Along with a spike in heroin and other opiate use in central and northern New York has come a jump in the number of drug overdose deaths. One Syracuse health organization hopes to bring that number down by teaching people how to administer a drug that can stop the effects of an overdose.
The drug is called Narcan. Emergency medical technicians already use it when faced with a possible opiate overdose because it briefly blocks the effect of the opiate, allowing emergency crews enough time to get a patient to the hospital for lifesaving treatment. ACR Health has won a grant that will allow the agency to train central New Yorkers to administer the drug, getting it into the hands of people who might be around an overdose victim.
Prevention Director Erin Bortel sifts through the light blue bag that goes along with the training.

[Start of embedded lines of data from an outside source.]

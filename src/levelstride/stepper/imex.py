"""One IMEX Runge-Kutta step of a column, for one state or many at once."""

from __future__ import annotations

from dataclasses import dataclass
from functools import lru_cache
from typing import Any, Final, Literal

import numpy as np
from numpy.typing import NDArray

from levelstride.errors import CalculationError, InputError, InternalError
from levelstride.operator.bands import Banded
from levelstride.operator.state import Layout
from levelstride.splitting.parts import Parts
from levelstride.stepper import kernels
from levelstride.stepper.banded_solve import BandedFactors, identity_minus
from levelstride.stepper.helmholtz import Couplings, Helmholtz
from levelstride.stepper.plan import NONE, Scheme
from levelstride.stepper.prepared import Prepared, prepare, rows_of

Array = NDArray[Any]
Path = Literal["auto", "tridiagonal", "banded"]

BLOCK_BYTES: Final = 2**21
"""Room for the stages of a block of lanes: they should stay in the caches."""

FEWEST_LANES: Final = 32
MOST_LANES: Final = 64
"""Shorter rows spend their time on starting loops, longer ones leave the innermost cache."""


@dataclass(frozen=True, slots=True)
class Counts:
    """What one step costs.

    Attributes
    ----------
    explicit_evaluations : int
        Slow tendencies.
    fast_evaluations : int
        Fast tendencies found by multiplying, at stages that are not solved.
    solves : int
        Stage systems solved.
    """

    explicit_evaluations: int
    fast_evaluations: int
    solves: int


class Stepper:
    """Takes steps of one length with one tableau.

    Parameters
    ----------
    parts : Parts
        Operator sorted by treatment, in stored unknowns.
    tableau : Scheme
        A ``tableaux.Tableau`` or anything with its tables.
    dt : float
        Length of the step [s].
    path : {"auto", "tridiagonal", "banded"}
        How stages are solved. ``auto`` takes the tridiagonal system where the implicit set allows
        it and the elimination is safe, LU factors of the band otherwise.

    Attributes
    ----------
    path : {"explicit", "tridiagonal", "banded"}
    counts : Counts
    dtype : numpy.dtype
        float64 where the operator is real in stored unknowns, complex128 otherwise.

    Raises
    ------
    CalculationError
        If a stage system is singular at this step.
    InputError
        If the tridiagonal path is asked for and the implicit set does not allow it.

    Notes
    -----
    Y_i = q + dt sum_{j<i} A_ex[i,j] S(Y_j) + dt sum_{j<=i} A_im[i,j] F(Y_j), and likewise the new
    state with b_ex and b_im. F(Y_i) is taken as (Y_i - right-hand side)/(a_ii dt) where a_ii is not
    zero: the product loses digits at large dt. Terms treated after the step follow,
    (I - dt D_im)^-1 (I + dt D_ex).
    """

    def __init__(self, parts: Parts, tableau: Scheme, dt: float, *, path: Path = "auto") -> None:
        self._prepare(prepare(parts, tableau), dt, path)

    def at_step(self, dt: float) -> Stepper:
        """Return the same stepper for another step [s], reusing what does not depend on it."""
        other = object.__new__(Stepper)
        other._prepare(self._operator, dt, self._wanted)
        return other

    def _prepare(self, operator: Prepared, dt: float, wanted: Path) -> None:
        if not (np.isfinite(dt) and dt > 0.0):
            raise InputError(f"step {dt!r} s: a step must be positive and finite")
        self._operator, self._wanted, self.dt = operator, wanted, float(dt)
        self.dtype, self.layout, plan = operator.dtype, operator.layout, operator.plan
        self._schedule = plan.schedule(self.dt)
        self._steps = plan.diagonals * self.dt
        self._helmholtz: Helmholtz | None = None
        self._lu: list[BandedFactors] = []
        self.path = self._choose_path()
        self.counts = Counts(plan.explicit_evaluations, plan.fast_evaluations, plan.solves)
        self._after = self._after_step()

    def _choose_path(self) -> str:
        operator, wanted = self._operator, self._wanted
        if operator.plan.solves == 0:
            return "explicit"
        if wanted == "tridiagonal" and operator.couplings is None:
            names = ", ".join(sorted(operator.obstacles))
            raise InputError(
                f"path 'tridiagonal': the implicit terms {names} do not allow it; "
                "use 'auto' or 'banded', or make them explicit"
            )
        if wanted != "banded" and operator.couplings is not None:
            helmholtz = Helmholtz(operator.couplings, self.layout, self._steps)
            if helmholtz.singular is None:
                self._helmholtz = helmholtz
                return "tridiagonal"
            if wanted == "tridiagonal":
                self._singular(helmholtz.singular.diagonal, helmholtz.singular.layer)
        self._lu = [self._factor(d, h) for d, h in enumerate(self._steps)]
        return "banded"

    def _factor(self, d: int, h: float) -> BandedFactors:
        factors = BandedFactors.of(identity_minus(self._operator.fast, h))
        if factors.weakest is not None:
            self._singular(d, int(self.layout.layer_of[factors.weakest]))
        return factors

    def _singular(self, d: int, layer: int) -> None:
        plan = self._operator.plan
        stage = int(np.flatnonzero(plan.solver == d)[0]) + 1
        raise CalculationError(
            f"{plan.name}, stage {stage} (implicit diagonal {plan.diagonals[d]:g}): the stage "
            f"system is singular at layer {layer + 1} from the ground with a step of "
            f"{self.dt:g} s; take another step, or a tableau without that diagonal entry"
        )

    def _after_step(self) -> tuple[kernels.Rows | None, BandedFactors | None]:
        operator, rows, factors = self._operator, None, None
        if not operator.after.is_zero:
            rows = rows_of(identity_minus(operator.after, -self.dt))
        if not operator.after_implicit.is_zero:
            factors = BandedFactors.of(identity_minus(operator.after_implicit, self.dt))
            if factors.weakest is not None:
                layer = int(self.layout.layer_of[factors.weakest]) + 1
                raise CalculationError(
                    f"{operator.plan.name}, after the step: the system of the terms treated "
                    f"'after-step-implicit' is singular at layer {layer} from the ground with a "
                    f"step of {self.dt:g} s; another step or 'after-step' avoids it"
                )
        return rows, factors

    def step(self, q: Array) -> Array:
        """Take one step.

        Parameters
        ----------
        q : ndarray, shape (nstate,) or (nstate, nlane)
            Real or complex.

        Returns
        -------
        ndarray of the same shape
            Real if the operator and the state are.
        """
        q = np.asarray(q)
        lanes = q[:, None] if q.ndim == 1 else q
        if lanes.shape[0] != self.layout.size or q.ndim > 2:
            raise ValueError(f"state of shape {q.shape}, expected {self.layout.size} rows")
        if np.iscomplexobj(lanes) and self.dtype.kind == "f":
            # A real operator steps real and imaginary parts alike: two real lanes for one complex.
            pairs = np.ascontiguousarray(lanes, dtype=np.complex128).view(np.float64)
            stepped = self._step_lanes(pairs).view(np.complex128)
        else:
            stepped = self._step_lanes(np.ascontiguousarray(lanes, dtype=self.dtype))
        return stepped.reshape(q.shape)

    def matrix(self) -> Array:
        """Return the matrix of one step, shape (nstate, nstate), in stored unknowns."""
        return self._step_lanes(np.eye(self.layout.size, dtype=self.dtype))

    def residual_ratio(self, rhs: Array) -> float:
        """Residual of the tridiagonal solves over (n eps norm), the largest of all diagonals.

        Parameters
        ----------
        rhs : ndarray, shape (nstate, nlane)
            Right-hand sides of a stage.

        Raises
        ------
        ValueError
            If this step does not take the tridiagonal path.
        """
        if self._helmholtz is None:
            raise ValueError(f"no tridiagonal system on the path '{self.path}'")
        return self._helmholtz.residual_ratio(np.asarray(rhs, dtype=self.dtype))

    def _step_lanes(self, q: Array) -> Array:
        with np.errstate(over="ignore", invalid="ignore"):
            stepped = self._stages_banded(q) if self.path == "banded" else self._stages_compiled(q)
            rows, factors = self._after
            if rows is not None:
                stepped = _multiply(rows, stepped)
            return stepped if factors is None else factors.solve(stepped)

    def _stages_compiled(self, q: Array) -> Array:
        operator, (nstate, nlane) = self._operator, q.shape
        nslot = operator.plan.nslot
        nblock = min(max(nlane, 1), lanes_at_once(nstate * q.itemsize * (nslot + 2)))
        out, kept = np.empty_like(q), np.zeros((nslot, nstate, nblock), q.dtype)
        work = np.empty((2, nstate, nblock), q.dtype)
        helmholtz = self._helmholtz or _nothing_to_solve(self.dtype)
        status = kernels.advance(
            q, out, kept, work, self._schedule, operator.slow_rows, operator.fast_rows,
            helmholtz.origin, helmholtz.traits, helmholtz.reduction,
        )  # fmt: skip
        if status != kernels.DONE:
            raise InternalError(f"step kernel refused its workspaces, status {status}")
        return out

    def _stages_banded(self, q: Array) -> Array:
        plan, operator = self._operator.plan, self._operator
        kept = np.empty((plan.nslot, *q.shape), q.dtype)
        y = q
        for i in np.flatnonzero(plan.used):
            y = rhs = self._combine(q, kept, int(i))
            keep = plan.fast_slot[i]
            if plan.solver[i] != NONE:
                y = self._lu[plan.solver[i]].solve(rhs)
                if keep != NONE:
                    np.subtract(y, rhs, out=kept[keep])
            elif keep != NONE:
                kept[keep] = _multiply(operator.fast_rows, y)
            if plan.slow_slot[i] != NONE:
                kept[plan.slow_slot[i]] = _multiply(operator.slow_rows, y)
        return self._combine(q, kept, plan.nstage) if plan.result_stage == NONE else y

    def _combine(self, q: Array, kept: Array, stage: int) -> Array:
        out = np.empty_like(q)
        flat_kept = kept.reshape(kept.shape[0], q.size)
        kernels.combine(q.ravel(), flat_kept, self._schedule, stage, out.ravel())
        return out


def _multiply(rows: kernels.Rows, x: Array) -> Array:
    y = np.empty_like(x)
    kernels.multiply(rows, x, y, x.shape[1])
    return y


def lanes_at_once(bytes_per_lane: int) -> int:
    """Lanes to take through a whole step together so that their stages stay in the cache."""
    lanes = BLOCK_BYTES // (8 * bytes_per_lane) * 8
    return int(np.clip(lanes, FEWEST_LANES, MOST_LANES))


@lru_cache(maxsize=2)
def _nothing_to_solve(dtype: Any) -> Helmholtz:
    at = Layout(2, "charney-phillips")
    return Helmholtz(Couplings.of(Banded.zeros(at.size), at, dtype), at, np.ones(1))


class _ForwardEuler:
    name, kind = "forward Euler", "explicit"
    a_explicit = a_implicit = np.zeros((1, 1))
    b_explicit = b_implicit = np.ones(1)


def warm_up(*, real: bool = True) -> None:
    """Compile the step, or load it from the cache, for real or complex arithmetic."""
    at = Layout(2, "charney-phillips")
    value = 1.0 if real else 1j
    tiny, none = Banded((0,), np.full((1, at.size), value)), Banded.zeros(at.size)
    Stepper(Parts(tiny, none, none, none, at, frozenset()), _ForwardEuler(), 1.0).matrix()
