"""The exact solution of the semi-discrete column: its operator's exponential applied to states."""

from __future__ import annotations

from functools import cached_property
from typing import Any, cast

import numpy as np
from numpy.typing import NDArray
from scipy.linalg import eigh, expm

from levelstride.accuracy.modes import ROUND_OFF
from levelstride.errors import CalculationError
from levelstride.operator.bands import Banded

Matrix = NDArray[Any]


class Exponential:
    """exp(t L) of a banded operator in energy coordinates.

    Where L is skew in the energy but for a multiple c of the identity (no shear, nothing that damps
    one field and not another), L - c = i H with H Hermitian, and exp(t L) = exp(c t) V exp(i t W)
    V^H is unitary but for the factor, whatever the time. Elsewhere by Pade approximation with
    scaling and squaring.

    Parameters
    ----------
    operator : Banded
        L [1/s], shape (nstate, nstate).

    Notes
    -----
    Frequencies carry an absolute error of some eps ||L||, so the solution one of some eps ||L|| t,
    by whatever method: `round_off`. A Taylor series applied to the state alone (``expm_multiply``)
    needs some ||L|| t products; with thin layers that takes 20 to 400 times as long as squaring.

    References
    ----------
    A. H. Al-Mohy, N. J. Higham (2009), SIAM Journal on Matrix Analysis and Applications 31(3),
    970-989, doi:10.1137/09074721X.
    """

    def __init__(self, operator: Banded) -> None:
        self._operator = operator
        self._shift = complex(np.mean(operator.diagonal(0)))
        identity = Banded((0,), np.ones((1, operator.size)))
        rest = operator - identity.scaled(self._shift)
        scale = float(np.abs(operator.diagonals).max(initial=0.0))
        excess = np.abs((rest + rest.adjoint()).diagonals).max(initial=0.0)
        self.is_unitary = bool(excess <= ROUND_OFF * scale)
        """Whether exp(t L) is unitary but for a factor, and found by diagonalisation."""
        self._rest = rest

    @cached_property
    def _eigen(self) -> tuple[NDArray[np.float64], Matrix]:
        """Frequencies [1/s] and orthonormal vectors of L - c."""
        dense = -1j * self._rest.to_dense()
        return cast("tuple[NDArray[np.float64], Matrix]", eigh((dense + dense.conj().T) / 2))

    def round_off(self, time_s: float) -> float:
        """What round-off alone may do to a state of unit energy within a time [s]: eps ||L|| t."""
        return float(np.finfo(np.float64).eps * self._operator.norm_bound * abs(time_s))

    def apply(self, time_s: float, state: Matrix) -> Matrix:
        """Return exp(t L) times a state or many.

        Parameters
        ----------
        time_s : float
            t [s].
        state : ndarray, shape (nstate,) or (nstate, nlane)
            In energy coordinates.

        Returns
        -------
        ndarray of complex, of the same shape

        Raises
        ------
        CalculationError
            If the column itself grows beyond all numbers within that time.
        """
        state = np.asarray(state, dtype=np.complex128)
        with np.errstate(over="ignore", invalid="ignore"):
            if self.is_unitary:
                found = self._by_diagonalisation(time_s, state)
            else:
                found = expm(time_s * self._operator.to_dense()) @ state
        if not np.all(np.isfinite(found)):
            raise CalculationError(
                f"the column itself grows beyond all numbers within {time_s:g} s; "
                "ask for a shorter time"
            )
        return found

    def _by_diagonalisation(self, time_s: float, state: Matrix) -> Matrix:
        frequency, vectors = self._eigen
        factor = np.exp((1j * frequency + self._shift) * time_s)
        turned = vectors.conj().T @ state
        return np.asarray(vectors @ (factor.reshape(-1, *[1] * (state.ndim - 1)) * turned))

"This little bag is what would save somebody’s life," Bortel said. "In this kit there are two vials of the naloxone medication. We would use an intramuscular injection to administer this medication, and during the training each participant would learn those skills on how to inject the drug safely.”
She then picks up a small bottle.
"This is the vial of the medicine itself, you would get two of these in a kit," Bortel explained. "Each one is a single dose of the medication.”
Bortel says Narcan can’t hurt anyone if there is no overdose and it’s relatively easy to administer through injection.
“You can put the needle directly through clothing in order to be prompt with administration of the drug," Bortel said. "You can inject it right through a shirt for example. And it goes right into the muscle, so you don’t have to identify a vein in order to hit the right spot.”
Bortel says programs like these have worked in the past, for example one in New York City.
"When they implemented their program in 2006, within four years they experienced a 27 percent reduction in overdose deaths.”
She hopes the ACR Health program has similar results. Bortel would like to get the kits into the hands of people who might be around people addicted to heroin or other opiates. They expect to train at least 200 people in the first year, at a time when heroin use is exploding. Melissa Hosier of East Syracuse thinks something like this could have saved her daughter's life. Kali Perry of Syracuse was only 19 when she died of a heroin overdose in November, after leaving drug rehab.
“If I can help just one other parent that has a child or loved one, that can save their life," Hosier said. "This is important, and it’s become quite an epidemic in our community. So I want people to know that it happens. And it happens to people like me, with good kids."
Overdose deaths in Onondaga County jumped from two in 2010, to two dozen last year. The amount of heroin addiction has jumped in recent years, as people addicted to pain killers like oxycodone have turned to cheaper drugs, like heroin, to feed their addiction.